» YOUR ASSIGNMENT
Among the entries below, find the lines with the word "throws" and copy them.

[Records from a collection]
════

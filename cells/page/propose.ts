import { proposeMapping, readTable } from "../table";
import type { ImportProposal } from "./engine";

/**
 * Reads a file and proposes what each of its columns is, before anything is saved.
 *
 * @throws CellError where it is no table: what it is, and what to give instead
 */
export function proposeImport(bytes: Uint8Array, fileName: string): ImportProposal {
  const raw = readTable(bytes);
  const { columns, reasons, problems } = proposeMapping(raw);
  return {
    fileName,
    headers: raw.headers,
    rows: raw.rows,
    columns: columns.map((column, index) => ({ column, reason: reasons[index] ?? "" })),
    problems: [...raw.problems, ...problems],
  };
}
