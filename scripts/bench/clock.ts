/** Results end here, so that no engine may leave work out whose result nobody reads. */
let sink = 0;

/**
 * One side of a comparison: seconds of one call, the mean of `calls`. Both sides count the processor's time of their whole process,
 * all its threads (this one collects garbage and compiles beside), so that other programs on the machine stay out of it.
 */
export type Side = (calls: number) => number | Promise<number>;

/** A piece of work of ours as a side; it gives one number of its result. */
export function sideOf(work: () => number): Side {
  return (calls) => {
    const before = process.cpuUsage();
    for (let i = 0; i < calls; i++) sink += work();
    const { user, system } = process.cpuUsage(before);
    const seconds = (user + system) / 1e6 / calls;
    if (sink !== sink) throw new Error("what was measured gave no number");
    return seconds;
  };
}

/** How many calls fill `least` seconds, after as many to warm up. */
export async function callsFor(side: Side, least = 0.08): Promise<number> {
  let calls = 1;
  for (;;) {
    const seconds = (await side(calls)) * calls;
    if (seconds >= least) return calls;
    calls = Math.ceil(calls * Math.min(20, Math.max(2, (1.2 * least) / Math.max(seconds, 1e-6))));
  }
}

export interface Compared {
  /** Median over the rounds of ours ÷ theirs. */
  readonly ratio: number;
  /** Medians of each side, seconds; for ratios between sizes, never shown alone. */
  readonly ours: number;
  readonly theirs: number;
}

/** Five rounds in which the two sides take turns, so that whatever else the machine does meets both. */
export async function compare(ours: Side, theirs: Side, rounds = 5): Promise<Compared> {
  const [n, m] = [await callsFor(ours), await callsFor(theirs)];
  const found: { readonly ours: number; readonly theirs: number }[] = [];
  for (let round = 0; round < rounds; round++) {
    // Who goes first changes too.
    const early = round % 2 === 0 ? await ours(n) : undefined;
    const other = await theirs(m);
    found.push({ ours: early ?? (await ours(n)), theirs: other });
  }
  return {
    ratio: medianOf(found.map((round) => round.ours / round.theirs)),
    ours: medianOf(found.map((round) => round.ours)),
    theirs: medianOf(found.map((round) => round.theirs)),
  };
}

export function medianOf(values: readonly number[]): number {
  const sorted = [...values].sort((a, b) => a - b);
  const middle = Math.floor(sorted.length / 2);
  return sorted.length % 2 === 1 ? (sorted[middle] ?? Number.NaN) : ((sorted[middle - 1] ?? Number.NaN) + (sorted[middle] ?? Number.NaN)) / 2;
}
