import { CellError } from "../errors";
import type { CommonVariable, Named } from "../language";
import { crossingOf, fitOf, isSampleVariable, renamed, type LinearForm } from "../trend";
import { parseUnit, sigmaToCanonical, toCanonical, units, type Unit } from "../quantity/unit";
import type { AxisInfo, BlockResult, BudgetResult, TrendResult } from "./results";

/** What formulas may use of a trend and of a budget. */
export const trendMembers = ["slope", "intercept", "crossing_x", "crossing_y"] as const;
export const budgetMembers = ["solved"] as const;

/**
 * A single result of a trend or budget as a quantity common to all samples; undefined for a name it does not have.
 *
 * @throws CellError where it has that result in principle and not now, with the reason
 */
export function commonOf(handle: string, result: BlockResult, member: string): Named | undefined {
  if (result.kind === "trend") return ofTrend(handle, result, member);
  if (result.kind === "budget" && member === "solved") return ofSolved(handle, result);
  return undefined;
}

function ofTrend(handle: string, result: TrendResult, member: string): Named | undefined {
  const slope = `trend:${handle}:slope`;
  const intercept = `trend:${handle}:intercept`;
  if (member === "slope" || member === "intercept") {
    if (!result.ok || result.slope === undefined || result.intercept === undefined)
      throw new CellError("no-line", `${handle} has no line, so it has no ${member}. See what ${handle} says.`);
    const scattered = result.usesScatter === true;
    const parameter = result[member];
    const sigma = (scattered ? parameter?.sigmaWithScatter : parameter?.sigma) ?? Number.NaN;
    const covariance = (scattered ? result.covarianceWithScatter : result.covariance) ?? 0;
    const [x, y] = [unitOf(result.x), unitOf(result.y)];
    if (member === "slope" && x.dimension !== y.dimension) {
      throw new CellError(
        "slope-unit",
        `${handle}.slope is in ${y.symbol} per ${x.symbol}; a formula can use a slope only where both axes have units of one kind.`,
      );
    }
    // In canonical units y/per_y = (a + b·x)/per_y: slopes scale by per_x/per_y, intercepts by 1/per_y.
    const scale = member === "slope" ? x.per / y.per : 1 / y.per;
    const otherScale = member === "slope" ? 1 / y.per : x.per / y.per;
    const sameBasis = result.x.basis === result.y.basis;
    const basis = member === "slope" && sameBasis ? null : result.y.basis;
    const named = {
      key: member === "slope" ? slope : intercept,
      label: `${member} of ${handle}`,
      value: (parameter?.value ?? Number.NaN) * scale,
      unit: member === "slope" ? units["1"] : y,
      ...(basis === null ? {} : { basis }),
      notes: [scattered ? "1σ with the scatter beyond the errors" : "1σ from the errors of the points"],
    };
    const known = fromSamples(fitOf(result)?.line[member], named, scale);
    if (known !== undefined) return { kind: "common", variable: known };
    const variable: CommonVariable = {
      ...named,
      sigma: sigma * scale,
      covarianceWith: (other) => (other.key === (member === "slope" ? intercept : slope) ? covariance * scale * otherScale : 0),
    };
    return { kind: "common", variable };
  }
  if (member === "crossing_x" || member === "crossing_y") return ofCrossing(handle, result, member);
  return undefined;
}

/**
 * A fit's parameter as formulas use it: its own σ is what its samples bring, shared with these samples' own values and with
 * other fits; what is common to the samples, as a body that they are normalised to, it leans on.
 */
function fromSamples(form: LinearForm | undefined, named: Pick<CommonVariable, "key" | "label" | "value">, scale: number): CommonVariable | undefined {
  const own = form?.terms.find(({ variable }) => isSampleVariable(variable));
  if (form === undefined || own === undefined || !isSampleVariable(own.variable)) return undefined;
  const rest = form.terms.filter((term) => term !== own);
  const made = renamed(own.variable, { ...named, sigma: own.variable.sigma * Math.abs(scale) }, scale);
  return rest.length === 0 ? made : { ...made, leansOn: directly(rest, scale) };
}

/**
 * Derivatives of a form without what its variables lean on themselves: a second fit leans on a first one's slope, and on a body
 * both by way of that slope and beside it. Whoever uses both follows each once.
 */
function directly(terms: LinearForm["terms"], scale: number): NonNullable<CommonVariable["leansOn"]> {
  const direct = new Map(terms.map(({ variable, partial }) => [variable.key, partial]));
  for (const { variable } of [...terms].sort((a, b) => depth(b.variable) - depth(a.variable))) {
    const own = direct.get(variable.key) ?? 0;
    for (const { variable: on, partial } of variable.leansOn ?? []) direct.set(on.key, (direct.get(on.key) ?? 0) - own * partial);
  }
  return terms.map(({ variable }) => ({ variable, partial: (direct.get(variable.key) ?? 0) * scale }));
}

function depth({ leansOn }: CommonVariable): number {
  return leansOn === undefined ? 0 : 1 + Math.max(0, ...leansOn.map(({ variable }) => depth(variable)));
}

function ofCrossing(handle: string, result: TrendResult, member: "crossing_x" | "crossing_y"): Named {
  const { crossing } = result;
  if (crossing === undefined)
    throw new CellError("no-crossing", `${handle} has no crossing. Choose the trend it is crossed with, and see what ${handle} says.`);
  const axis = member === "crossing_x" ? "x" : "y";
  const [own, other] = axis === "x" ? [unitOf(result.x), unitOf(result.y)] : [unitOf(result.y), unitOf(result.x)];
  const { basis } = result[axis];
  const named = {
    key: `trend:${handle}:${member}`,
    label: `${axis} of the crossing of ${handle} with ${crossing.with}`,
    value: toCanonical(crossing[axis].value, own),
    unit: own,
    ...(basis === null ? {} : { basis }),
  };
  const point = crossingOf(result)?.[axis];
  if (crossing.region === "ellipse" && point !== undefined) {
    const notes = ["Its errors are those of the two lines, and of what is common to their samples, listed beside it."];
    return { kind: "common", variable: { ...named, sigma: 0, leansOn: directly(point.terms, 1 / own.per), notes } };
  }
  const variable: CommonVariable = {
    ...named,
    sigma: sigmaToCanonical(crossing[axis].sigma ?? Number.NaN, own),
    ...(crossing.region === "simulated" ? { notes: ["Its σ is simulated; what it shares with samples and bodies used beside it is not carried."] } : {}),
    covarianceWith: (variable) =>
      variable.key === `trend:${handle}:${axis === "x" ? "crossing_y" : "crossing_x"}` ? crossing.covariance / own.per / other.per : 0,
  };
  return { kind: "common", variable };
}

function ofSolved(handle: string, result: BudgetResult): Named {
  if (result.solved === undefined) throw new CellError("no-solution", `${handle} has no solved amount. See what ${handle} says.`);
  const unit = parseUnit(result.solved.unit) ?? units["1"];
  const variable: CommonVariable = {
    key: `budget:${handle}:solved`,
    label: `solved amount of ${handle}`,
    value: toCanonical(result.solved.value, unit),
    sigma: sigmaToCanonical(result.solved.sigma ?? Number.NaN, unit),
    unit,
    notes: result.solved.sigmaIs === undefined ? [] : ["Its σ is a lower bound: an input's σ is unknown."],
  };
  return { kind: "common", variable };
}

function unitOf(axis: AxisInfo): Unit {
  return parseUnit(axis.unit) ?? units["1"];
}
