import { chiSquareSurvival } from "../numeric";
import type { DataBlock, RowId } from "../page/schema";
import { State } from "../quantity/state";
import type { ColumnCorrelation, QuantityColumn, Table, TableColumn, TextColumn } from "../table/table";
import { copyCell, draftColumn, isSubstituted, type DraftColumn } from "./draft";
import { counted, listed, type Problems } from "./problems";

type Rule = NonNullable<DataBlock["replicates"]>;

/** What a merged table was made from, for traces. Neither JSON nor a message between threads takes it along. */
export interface Unmerged {
  readonly table: Table;
  /** Rows of that table behind each row of the merged one. */
  readonly groups: readonly (readonly number[])[];
  readonly rule: Rule;
}

const unmergedKey = Symbol("unmerged");

/** The table as it was before analyses of one sample were merged; undefined where none were. */
export function unmergedOf(table: Table): Unmerged | undefined {
  return (table as Table & { readonly [unmergedKey]?: Unmerged })[unmergedKey];
}

/**
 * Makes one row a sample out of the analyses of one name; rows set aside stay as rows of their own, and so do rows without a
 * name. Every merged row keeps the origins of all its analyses.
 *
 * - `weighted`: mean weighted by 1/σ², with σ = 1/√Σ(1/σ²). Analyses without a σ have no weight and are counted; where none
 *   has one, the plain mean is taken. A scatter beyond the σ (χ², p < 0.05) is said, and does not widen σ.
 * - `mean`: plain mean, with σ = s/√n of the analyses themselves; where they are all equal s says nothing, and the σ is that
 *   of the mean of their own (√Σσ²/n), unknown where one of theirs is.
 * - `prefer`: the value of the table or laboratory that stands first in the list, value by value; where that has no number,
 *   the next. Two that stand equally high and differ are an error, and the value is out of domain.
 */
export function mergeReplicates(table: Table, rule: Rule, problems: Problems): Table {
  const groups = groupRows(table, problems);
  const merged = groups.filter((group) => group.length > 1);
  if (merged.length === 0) return table;
  const merger = new Merger(table, groups, rule, problems);
  const columns = table.columns.map((column): TableColumn => (column.kind === "text" ? mergeWords(column, groups, table, problems) : merger.column(column)));
  merger.summarise(merged.length);
  const first = (group: readonly number[]): number => group[0] ?? 0;
  const made: Table & { readonly [unmergedKey]: Unmerged } = {
    ...table,
    [unmergedKey]: { table, groups, rule },
    rows: groups.length,
    rowIds: groups.map((group): RowId => table.rowIds[first(group)] ?? first(group) + 1),
    samples: groups.map((group) => table.samples[first(group)] ?? ""),
    classes:
      columns.find((column): column is TextColumn => column.kind === "text" && column.role === "class")?.text ?? new Array<string>(groups.length).fill(""),
    origins: groups.map((group) => group.flatMap((row) => table.origins[row] ?? [])),
    setAside: Uint8Array.from(groups, (group) => table.setAside[first(group)] ?? 0),
    columns,
    correlations: table.correlations.map((correlation) => merger.correlation(correlation)),
  };
  return made;
}

/** Rows that become one, in order of first appearance. */
function groupRows(table: Table, problems: Problems): readonly (readonly number[])[] {
  const groups: number[][] = [];
  const bySample = new Map<string, number[]>();
  let nameless = 0;
  for (let row = 0; row < table.rows; row++) {
    const sample = (table.samples[row] ?? "").trim().normalize("NFC");
    if (sample === "" && table.setAside[row] !== 1) nameless++;
    const known = sample === "" || table.setAside[row] === 1 ? undefined : bySample.get(sample);
    if (known !== undefined) {
      known.push(row);
      continue;
    }
    const group = [row];
    groups.push(group);
    if (sample !== "" && table.setAside[row] !== 1) bySample.set(sample, group);
  }
  if (nameless > 0)
    problems.warning(
      "replicates-nameless",
      `${counted(nameless, "row")} without a sample name ${nameless === 1 ? "stands" : "stand"} alone: nothing says what else is the same sample.`,
    );
  return groups;
}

════

» WRITTEN RESPONSE
 * @throws CellError where it is no table: what it is, and what to give instead
 * @throws CellError where it has that result in principle and not now, with the reason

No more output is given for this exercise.